What to do: Please return all lines of the data below containing the string "startBrowserRig".

Supplied records:
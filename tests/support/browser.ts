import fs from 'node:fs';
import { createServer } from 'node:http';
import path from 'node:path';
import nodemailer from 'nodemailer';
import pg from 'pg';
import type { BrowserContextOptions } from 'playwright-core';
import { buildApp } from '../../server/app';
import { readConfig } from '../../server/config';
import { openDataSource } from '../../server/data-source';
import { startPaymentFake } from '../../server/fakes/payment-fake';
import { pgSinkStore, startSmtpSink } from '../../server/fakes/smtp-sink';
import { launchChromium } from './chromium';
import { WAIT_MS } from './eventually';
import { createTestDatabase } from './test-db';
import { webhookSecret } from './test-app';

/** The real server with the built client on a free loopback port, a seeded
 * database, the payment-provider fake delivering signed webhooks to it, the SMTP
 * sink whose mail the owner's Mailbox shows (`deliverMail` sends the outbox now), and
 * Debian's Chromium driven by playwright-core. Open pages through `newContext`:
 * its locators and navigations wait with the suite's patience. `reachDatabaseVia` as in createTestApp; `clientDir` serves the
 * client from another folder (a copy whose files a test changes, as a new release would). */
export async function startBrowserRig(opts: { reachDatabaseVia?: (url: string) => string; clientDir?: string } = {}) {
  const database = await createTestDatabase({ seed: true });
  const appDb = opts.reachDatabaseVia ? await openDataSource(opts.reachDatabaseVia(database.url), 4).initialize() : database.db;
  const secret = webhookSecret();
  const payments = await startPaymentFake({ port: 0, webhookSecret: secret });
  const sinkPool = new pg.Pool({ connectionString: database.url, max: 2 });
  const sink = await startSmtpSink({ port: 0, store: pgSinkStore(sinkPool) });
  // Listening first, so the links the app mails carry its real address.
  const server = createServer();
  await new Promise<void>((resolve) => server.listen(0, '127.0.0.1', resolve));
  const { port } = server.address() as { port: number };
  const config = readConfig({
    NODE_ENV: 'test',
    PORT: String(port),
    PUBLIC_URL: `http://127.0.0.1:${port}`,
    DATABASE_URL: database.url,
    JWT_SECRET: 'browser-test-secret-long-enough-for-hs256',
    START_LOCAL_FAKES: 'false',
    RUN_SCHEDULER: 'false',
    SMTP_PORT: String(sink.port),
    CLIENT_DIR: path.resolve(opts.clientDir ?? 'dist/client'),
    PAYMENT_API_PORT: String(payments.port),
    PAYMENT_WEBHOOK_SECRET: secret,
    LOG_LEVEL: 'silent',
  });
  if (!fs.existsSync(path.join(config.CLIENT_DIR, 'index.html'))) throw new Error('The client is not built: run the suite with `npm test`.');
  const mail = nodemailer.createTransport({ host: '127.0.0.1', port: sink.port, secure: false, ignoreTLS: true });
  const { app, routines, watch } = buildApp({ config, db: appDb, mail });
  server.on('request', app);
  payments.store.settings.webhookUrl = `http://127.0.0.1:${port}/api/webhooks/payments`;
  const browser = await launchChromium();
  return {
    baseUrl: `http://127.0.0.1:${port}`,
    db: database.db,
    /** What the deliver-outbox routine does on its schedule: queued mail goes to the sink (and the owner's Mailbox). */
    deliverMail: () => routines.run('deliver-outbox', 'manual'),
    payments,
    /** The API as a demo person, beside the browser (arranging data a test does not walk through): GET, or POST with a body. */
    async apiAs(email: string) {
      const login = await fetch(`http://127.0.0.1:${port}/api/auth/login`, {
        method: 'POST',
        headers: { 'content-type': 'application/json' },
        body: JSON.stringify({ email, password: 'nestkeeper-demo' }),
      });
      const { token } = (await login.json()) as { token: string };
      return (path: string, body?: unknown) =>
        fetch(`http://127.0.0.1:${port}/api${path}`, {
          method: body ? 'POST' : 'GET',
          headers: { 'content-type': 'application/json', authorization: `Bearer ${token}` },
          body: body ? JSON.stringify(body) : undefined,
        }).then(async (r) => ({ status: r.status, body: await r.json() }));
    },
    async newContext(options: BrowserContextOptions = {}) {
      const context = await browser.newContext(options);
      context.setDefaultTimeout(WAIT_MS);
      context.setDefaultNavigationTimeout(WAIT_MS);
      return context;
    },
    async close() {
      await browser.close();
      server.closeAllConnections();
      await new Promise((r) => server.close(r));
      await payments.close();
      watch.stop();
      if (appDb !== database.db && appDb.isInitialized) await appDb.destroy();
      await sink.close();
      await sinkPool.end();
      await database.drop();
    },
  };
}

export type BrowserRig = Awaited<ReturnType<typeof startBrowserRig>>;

--

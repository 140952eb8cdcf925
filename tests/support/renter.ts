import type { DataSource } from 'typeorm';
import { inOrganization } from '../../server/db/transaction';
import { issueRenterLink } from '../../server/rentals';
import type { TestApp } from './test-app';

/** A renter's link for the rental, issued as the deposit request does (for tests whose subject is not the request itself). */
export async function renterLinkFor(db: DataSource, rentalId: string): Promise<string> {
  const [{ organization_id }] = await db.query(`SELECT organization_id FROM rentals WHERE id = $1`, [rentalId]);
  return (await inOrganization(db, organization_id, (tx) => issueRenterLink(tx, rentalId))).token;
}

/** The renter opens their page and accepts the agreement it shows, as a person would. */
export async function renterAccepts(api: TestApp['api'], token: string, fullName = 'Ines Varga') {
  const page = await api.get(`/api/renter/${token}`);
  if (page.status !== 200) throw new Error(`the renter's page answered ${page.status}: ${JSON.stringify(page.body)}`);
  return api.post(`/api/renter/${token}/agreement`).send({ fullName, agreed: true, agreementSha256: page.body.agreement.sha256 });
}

==

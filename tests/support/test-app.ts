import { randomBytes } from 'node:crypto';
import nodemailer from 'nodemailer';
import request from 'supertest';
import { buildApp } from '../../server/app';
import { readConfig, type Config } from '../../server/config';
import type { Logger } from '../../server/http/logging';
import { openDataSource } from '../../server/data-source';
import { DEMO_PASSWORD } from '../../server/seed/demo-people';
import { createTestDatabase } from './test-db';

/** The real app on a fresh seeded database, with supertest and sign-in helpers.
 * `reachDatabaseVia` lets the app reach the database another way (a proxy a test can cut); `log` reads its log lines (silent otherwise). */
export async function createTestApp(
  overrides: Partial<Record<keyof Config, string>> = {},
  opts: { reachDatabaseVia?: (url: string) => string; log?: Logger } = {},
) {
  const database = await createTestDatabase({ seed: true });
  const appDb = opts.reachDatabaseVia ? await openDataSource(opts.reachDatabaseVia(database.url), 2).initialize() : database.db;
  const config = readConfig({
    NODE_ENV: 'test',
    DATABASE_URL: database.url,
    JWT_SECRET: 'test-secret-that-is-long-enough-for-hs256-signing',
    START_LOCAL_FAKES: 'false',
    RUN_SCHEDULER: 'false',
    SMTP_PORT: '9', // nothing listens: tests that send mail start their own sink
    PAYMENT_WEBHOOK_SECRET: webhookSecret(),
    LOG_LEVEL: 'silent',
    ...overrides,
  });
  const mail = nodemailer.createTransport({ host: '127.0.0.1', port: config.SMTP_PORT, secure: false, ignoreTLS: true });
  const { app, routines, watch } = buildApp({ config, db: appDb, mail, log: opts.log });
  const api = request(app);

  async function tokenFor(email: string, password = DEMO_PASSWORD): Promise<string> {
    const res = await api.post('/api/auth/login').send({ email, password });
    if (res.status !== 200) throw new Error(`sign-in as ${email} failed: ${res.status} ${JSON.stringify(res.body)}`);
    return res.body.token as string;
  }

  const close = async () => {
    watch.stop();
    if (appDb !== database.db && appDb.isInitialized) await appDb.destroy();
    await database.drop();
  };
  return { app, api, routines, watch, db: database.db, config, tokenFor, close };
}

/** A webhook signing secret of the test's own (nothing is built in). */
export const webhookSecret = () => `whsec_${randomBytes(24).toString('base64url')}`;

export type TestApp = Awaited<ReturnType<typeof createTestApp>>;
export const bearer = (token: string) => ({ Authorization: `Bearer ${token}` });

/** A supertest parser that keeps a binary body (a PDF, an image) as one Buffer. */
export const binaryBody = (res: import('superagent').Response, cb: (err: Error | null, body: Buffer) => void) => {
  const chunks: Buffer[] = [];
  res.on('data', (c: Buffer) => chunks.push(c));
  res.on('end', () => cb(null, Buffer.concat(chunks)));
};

Written response:
export async function startBrowserRig(opts: { reachDatabaseVia?: (url: string) => string; clientDir?: string } = {}) {
export type BrowserRig = Awaited<ReturnType<typeof startBrowserRig>>;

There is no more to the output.